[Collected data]
+-------+

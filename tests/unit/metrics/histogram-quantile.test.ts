import { describe, it, expect } from 'vitest';
import fc from 'fast-check';
import { quantile as ssQuantile } from 'simple-statistics';
import { histogramQuantile } from '../../../shared/metrics/histogram-quantile';
import { assertHistogram, histogramBucketsSchema } from '../../../shared/metrics/histogram';

/** Bucket raw observations the way an instrumented service would (upper-inclusive buckets). */
function bucketize(values: number[], bounds: number[]): number[] {
  const counts = new Array<number>(bounds.length + 1).fill(0);
  for (const v of values) {
    let i = 0;
    while (i < bounds.length && v > bounds[i]) i++;
    counts[i] += 1;
  }
  return counts;
}

const LATENCY_BOUNDS = [5, 10, 25, 50, 100, 250, 500, 1000, 2500, 5000, 10000];

describe('histogramQuantile', () => {
  it('reproduces the NCERT grouped-data median', () => {
    // NCERT Mathematics Class X, ch. 14 "Statistics", Example 7 (printed): heights below 140: 4;
    // 140–145: 7; 145–150: 18; 150–155: 11; 155–160: 6; 160–165: 5; N = 51 →
    // median = 145 + (25.5 − 11)/18 · 5 = 149.03.
    const h = { bounds: [140, 145, 150, 155, 160, 165], counts: [4, 7, 18, 11, 6, 5, 0] };
    const median = histogramQuantile(0.5, h);
    expect(median).toBeCloseTo(149.03, 2);
    expect(median).toBeCloseTo(145 + ((25.5 - 11) / 18) * 5, 12);
  });

  it('starts the lowest bucket at 0 when bounds are positive', () => {
    // 10 observations in (0, 100]: the median interpolates from 0, not from −∞ or 100.
    expect(histogramQuantile(0.5, { bounds: [100, 200], counts: [10, 0, 0] })).toBe(50);
  });

  it('returns the upper bound of an unbounded-below first bucket', () => {
    expect(histogramQuantile(0.5, { bounds: [0, 10], counts: [4, 0, 0] })).toBe(0);
  });

  it('returns the highest finite bound for a rank in the +Inf bucket', () => {
    const h = { bounds: [100, 200], counts: [1, 1, 8] };
    expect(histogramQuantile(0.99, h)).toBe(200);
    expect(histogramQuantile(1, h)).toBe(200);
  });

  it('lands p = 0 on the first non-empty bucket and p = 1 on the last', () => {
    const h = { bounds: [10, 20, 30, 40], counts: [0, 5, 5, 0, 0] };
    expect(histogramQuantile(0, h)).toBe(10);
    expect(histogramQuantile(1, h)).toBe(30);
  });

  it('is null with no observations or no finite bounds', () => {
    expect(histogramQuantile(0.5, { bounds: [1, 2], counts: [0, 0, 0] })).toBeNull();
    expect(histogramQuantile(0.5, { bounds: [], counts: [7] })).toBeNull();
  });

  it('rejects malformed histograms and quantiles', () => {
    expect(() => histogramQuantile(0.5, { bounds: [1, 2], counts: [1, 1] })).toThrow(RangeError);
    expect(() => histogramQuantile(0.5, { bounds: [2, 1], counts: [1, 1, 1] })).toThrow(RangeError);
    expect(() => histogramQuantile(0.5, { bounds: [1, 2], counts: [1, -1, 1] })).toThrow(RangeError);
    expect(() => histogramQuantile(1.5, { bounds: [1], counts: [1, 1] })).toThrow(RangeError);
    expect(() => assertHistogram({ bounds: [1, Infinity], counts: [1, 1, 1] })).toThrow(RangeError);
  });

  it('has a zod schema with the same shape rules', () => {
    expect(histogramBucketsSchema.safeParse({ bounds: [1, 2], counts: [1, 2, 3] }).success).toBe(true);
    expect(histogramBucketsSchema.safeParse({ bounds: [1, 2], counts: [1, 2] }).success).toBe(false);
    expect(histogramBucketsSchema.safeParse({ bounds: [2, 1], counts: [1, 2, 3] }).success).toBe(false);
  });

  it('falls in the bucket of the order statistic holding rank N·p, on any data (property)', () => {
    fc.assert(
      fc.property(
        fc.array(fc.double({ min: 0.001, max: 10000, noNaN: true }), { minLength: 1, maxLength: 300 }),
        fc.double({ min: 0.01, max: 0.99, noNaN: true }),
        (values, p) => {
          // The bucket holding rank N·p is the one holding the ⌈N·p⌉-th smallest value (buckets
          // are upper-inclusive, so an estimate on a bucket's upper edge still belongs to it).
          const sorted = [...values].sort((a, b) => a - b);
          const orderStatistic = sorted[Math.max(0, Math.ceil(values.length * p) - 1)];
          const estimate = histogramQuantile(p, { bounds: LATENCY_BOUNDS, counts: bucketize(values, LATENCY_BOUNDS) });
          const bucketOf = (x: number) => LATENCY_BOUNDS.findIndex((b) => x <= b);
          expect(estimate).not.toBeNull();
          expect(bucketOf(estimate ?? NaN)).toBe(bucketOf(orderStatistic));
        },
      ),
    );
  });

  it('lies within one bucket width of simple-statistics quantile on raw latencies (reference library)', () => {
    // Raw data: 2000 log-normal latencies from a seeded generator (mulberry32 + Box–Muller), dense
    // enough that simple-statistics' interpolated quantile (R type 7) sits among its neighbours.
    const mulberry32 = (seed: number) => () => {
      seed = (seed + 0x6d2b79f5) | 0;
      let t = Math.imul(seed ^ (seed >>> 15), 1 | seed);
      t = (t + Math.imul(t ^ (t >>> 7), 61 | t)) ^ t;
      return ((t ^ (t >>> 14)) >>> 0) / 4294967296;
    };
    fc.assert(
      fc.property(
        fc.integer(),
        fc.double({ min: 2, max: 6, noNaN: true }), // μ of ln(latency ms)
        fc.double({ min: 0.2, max: 1, noNaN: true }), // σ of ln(latency ms)
        fc.constantFrom(0.05, 0.25, 0.5, 0.75, 0.9, 0.95, 0.99),
        (seed, mu, sigma, p) => {
          const random = mulberry32(seed);
          const values = Array.from({ length: 2000 }, () => {
            const u = 1 - random();
            const z = Math.sqrt(-2 * Math.log(u)) * Math.cos(2 * Math.PI * random());
            return Math.exp(mu + sigma * z);
          });
          const estimate = histogramQuantile(p, { bounds: LATENCY_BOUNDS, counts: bucketize(values, LATENCY_BOUNDS) });
          const raw = ssQuantile(values, p);
          const widthOf = (x: number) => {
            const i = LATENCY_BOUNDS.findIndex((b) => x <= b);
            return i < 0 ? Infinity : LATENCY_BOUNDS[i] - (i === 0 ? 0 : LATENCY_BOUNDS[i - 1]);
          };
          expect(estimate).not.toBeNull();
          expect(Math.abs((estimate ?? NaN) - raw)).toBeLessThanOrEqual(Math.max(widthOf(estimate ?? NaN), widthOf(raw)));
        },
      ),
      { numRuns: 60 },
    );
  });
});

+-------+

> [Work instructions]: Could you return exactly the lines above from the line with "counts: [1, -1, 1]" to the line with "it('has a zod", both included, and nothing else?

> [Exercise response]:
    expect(() => histogramQuantile(0.5, { bounds: [1, 2], counts: [1, -1, 1] })).toThrow(RangeError);
    expect(() => histogramQuantile(1.5, { bounds: [1], counts: [1, 1] })).toThrow(RangeError);
    expect(() => assertHistogram({ bounds: [1, Infinity], counts: [1, 1, 1] })).toThrow(RangeError);
  });

  it('has a zod schema with the same shape rules', () => {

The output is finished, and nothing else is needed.